The deep learning architecture applicable for healthcare system mostly falls on recurrent neural networks (RNNs) [10], convolutional neural networks (CNNs) [11], autoencoders (AEs) [12], and restricted Boltzmann machines (RBMs) [13]. The major application of deep learning in healthcare system falls on image processing, especially to predict Alzheimer’s disease using magnetic resonance imaging (MRI) scans [14, 15]. The risk of osteoarthritis can be detected using CNNs that represent low-field knee MRI hierarchically to automatically segment cartilage. Deep learning is used to segment multiple sclerosis lesions in multi-channel 3D MRI in order to predict malignant and benign breast nodules. Deep learning is being used to process electronic health record (EHR) data in the field of laboratory test, diagnosis, and medication and for free-text clinical notes. Area under the receiver operating characteristic curve and F-score methodology prove that deep learning accuracy is superior than traditional machine learning process [16]. DeepCare, a deep dynamic network, is a RNN with long short-term memory (LSTM) hidden units, pooling, and word embedding which identifies the current state of illness and predicts the future consequences [17]. Choi et al. [18] have developed Doctor AI model that predicts diagnoses and medications using RNNs with gated recurrent unit (GRU). Miotto et al. [19] used a three-layer stacked denoising autoencoder (SDA) and proposed a deep patient representation from the EHRs to predict risks based on random forest classifiers.
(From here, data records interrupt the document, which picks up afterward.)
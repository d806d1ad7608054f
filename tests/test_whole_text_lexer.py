"""The whole-text lexer reads what lark's own lexer reads: the same tokens, the same positions.

The reference is lark itself (PyPI ``lark``, its basic lexer: ``Lark.lex``)
over the assembly grammar, on every program shipped or used by the tests, on
disassembled random programs and on random text; the statements a long
program assembles to are checked through their line numbers.
"""

from pathlib import Path

import lark
import pytest
from hypothesis import given, settings
from hypothesis import strategies as st

import asm
import emu
from emu.description.notation import WholeTextLexer, packaged_parser
from emu.testing import programs

ROOT = Path(__file__).resolve().parents[1]
REF8 = emu.load_machine("ref8")
ASSEMBLY = packaged_parser("asm", "grammar/assembly.lark")
FAST = WholeTextLexer(ASSEMBLY.lexer_conf)
SOURCES = sorted(p for pattern in ("*.asm", "*.inc") for folder in ("programs", "tests")
                 for p in (ROOT / folder).rglob(pattern))


def _read(tokens):
    """Each token with its position, up to where the lexer stopped: (tokens, (line, column) or None)."""
    seen = []
    try:
        for token in tokens:
            seen.append((token.type, str(token), token.start_pos, token.line, token.column))
    except lark.UnexpectedCharacters as exc:
        return seen, (exc.line, exc.column, exc.pos_in_stream)
    return seen, None


def _same_as_lark(text: str):
    fast, theirs = _read(FAST.lex(text)), _read(ASSEMBLY.lex(text))
    assert fast == theirs
    return fast


def test_the_example_programs_read_as_lark_reads_them():
    assert len(SOURCES) >= 20
    for path in SOURCES:
        tokens, stopped = _same_as_lark(path.read_text(encoding="utf-8").replace("\r\n", "\n"))
        assert stopped is None and tokens, path


def test_blank_and_comment_lines_go_with_the_line_break_before_them():
    tokens, stopped = _same_as_lark("a: nop ; one\n\n   ; two\n\t\n  b\n; end")
    assert stopped is None
    assert tokens == [("NAME", "a", 0, 1, 1), ("COLON", ":", 1, 1, 2), ("NAME", "nop", 3, 1, 4),
                      ("_NL", "\n\n   ; two\n\t\n", 12, 1, 13), ("NAME", "b", 27, 5, 3), ("_NL", "\n", 28, 5, 4)]


def test_a_comment_at_the_very_end_stays_a_comment():
    """Its digits are not given back to the token before it (``nop ; 0000 00`` is no ``nop 0``)."""
    assert _same_as_lark("        nop                ; 0000  00") == ([("NAME", "nop", 8, 1, 9)], None)


def test_a_character_no_terminal_matches_stops_both_at_the_same_place():
    tokens, stopped = _same_as_lark("ld r1, 2\n  ; fine\n  add r1, ?")
    assert stopped == (3, 11, 28)
    assert tokens[-1] == ("COMMA", ",", 26, 3, 9)


@settings(max_examples=300, deadline=None)
@given(st.text(alphabet="ab_rx019 \t\r\n;:,=[]#@()$+-~*/%&|^<>!'\"\\.?é", max_size=60))
def test_random_text_reads_as_lark_reads_it(text):
    _same_as_lark(text)


@settings(max_examples=60, deadline=None)
@given(st.data())
def test_disassembled_programs_read_as_lark_reads_them(data):
    words = data.draw(programs(REF8))
    text = "\n".join(asm.disassemble(REF8, words, 0))
    tokens, stopped = _same_as_lark(text)
    assert stopped is None and tokens


SPACED = lark.Lark(r"""
start: (NUMBER | WORD | "(" start ")")*
NUMBER: /[0-9]+/
WORD: /[a-z]+/
%ignore /#[a-z0-9]*/
%ignore /[ \t\n]+/
""", parser="lalr")
"""A grammar whose ignored text spans lines and may end where a token could begin (``#ab12``)."""


@settings(max_examples=300, deadline=None)
@given(st.text(alphabet="ab19# \t\n()?", max_size=40))
def test_ignored_text_over_several_lines_reads_as_lark_reads_it(text):
    fast = _read(WholeTextLexer(SPACED.lexer_conf).lex(text))
    assert fast == _read(SPACED.lex(text))


def test_ignored_text_is_not_given_back_to_a_token():
    """lark takes the comment ``#ab12`` whole, then stops at '?'; it reads no number 2 in it."""
    tokens, stopped = _read(WholeTextLexer(SPACED.lexer_conf).lex("7\n  #ab12?"))
    assert tokens == [("NUMBER", "7", 0, 1, 1)] and stopped == (2, 8, 9)


def test_a_keyword_that_is_also_a_name_is_refused():
    grammar = 'start: NAME | "if" NAME\nNAME: /[a-z]+/\n%ignore " "\n'
    with pytest.raises(ValueError, match="IF .* is also a NAME"):
        lark.Lark(grammar, parser="lalr", lexer=WholeTextLexer)


def test_statements_after_blank_and_comment_lines_keep_their_lines():
    source = "; head\n\n   ; note\n\nstart:  nop\n\t\n  ; x\n\n\n  jmp start ; back\r\n\r\n  .byte 7\n; tail"
    program = asm.assemble_text(source, REF8, filename="gaps.asm")
    assert [(e.line, e.address, e.kind) for e in program.lines] == [(5, 0, "code"), (10, 1, "code"),
                                                                    (12, 4, "data")]
    listing = program.listing_text().splitlines()
    assert listing[6] == "  0000  00             1  gaps.asm:5     start:  nop"     # ref8.toml: fetch only
    assert listing[4] == " " * 26 + "gaps.asm:3        ; note"                      # the place column, aligned
    with pytest.raises(asm.AsmError) as caught:
        asm.assemble_text("\n; a\n\n  nop\n   ; b\n\n    jmp nowhere\n", REF8, filename="gaps.asm")
    [problem] = caught.value.diagnostics
    assert (problem.line, problem.column, problem.message) == (7, 9, "undefined label 'nowhere'")


def test_a_long_file_with_syntax_errors_reports_each_in_its_place():
    """Lines parse in blocks once the whole file fails; a failing block is read line by line."""
    rows = ["  nop"] * 700
    rows[1], rows[299], rows[520], rows[690] = "  li r1, ,", "far: nop", "  .byte 1,, 2", "  jmp far"
    rows[400] = "  jmp nowhere"
    with pytest.raises(asm.AsmError) as caught:
        asm.assemble_text("\n".join(rows) + "\n", REF8, filename="long.asm")
    assert [(d.line, d.column, d.message) for d in caught.value.diagnostics] == [
        (2, 10, "unexpected ','; expected an expression"), (401, 7, "undefined label 'nowhere'"),
        (521, 11, "unexpected ','; expected an expression, a string")]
8.3 Deep Learning in Natural Language Processing

Natural language processing (NLP) is a computational methodology for automatic analysis of human language. Research activities in document text and language are increasing nowadays in the signal processing community. Deep learning contribution is in language modelling to give a probability to sequence of linguistic symbol or word. Natural language processing (NLP) started in the era of batch processing and punch card in that the analysis takes up to 7 minutes [22]. Deep learning algorithms and architectures are doing impressive advancements in the fields of pattern recognition. Collobert et al. [23] explained that a deep learning [24] framework can perform well in many natural language processing tasks such as semantic role labeling (SRL), named-entity recognition (NER), and POS tagging [25]. Following Collobert et al., various versions of advanced deep learning-based algorithms have evolved to resolve various difficult natural language processing tasks [26,27,28].

9 Conclusion

Deep learning is a branch of machine learning algorithm that is used to model data with the help of architectures consisting of multiple nonlinear transformations. This chapter explained the basis for deep learning, and its evolution is discussed with a roadmap. The architectures, learning methods, and its applications are elaborated. The platforms and their brands are discussed deeply with their applications. The general applications and the life-saving applications of deep learning in healthcare system are clearly explained. The future of deep learning is very bright, and the great thing about deep learning is that it is doing extremely well at dealing with vast amount of disparate data that are relevant in current era of smart sensors that collect huge amount of information.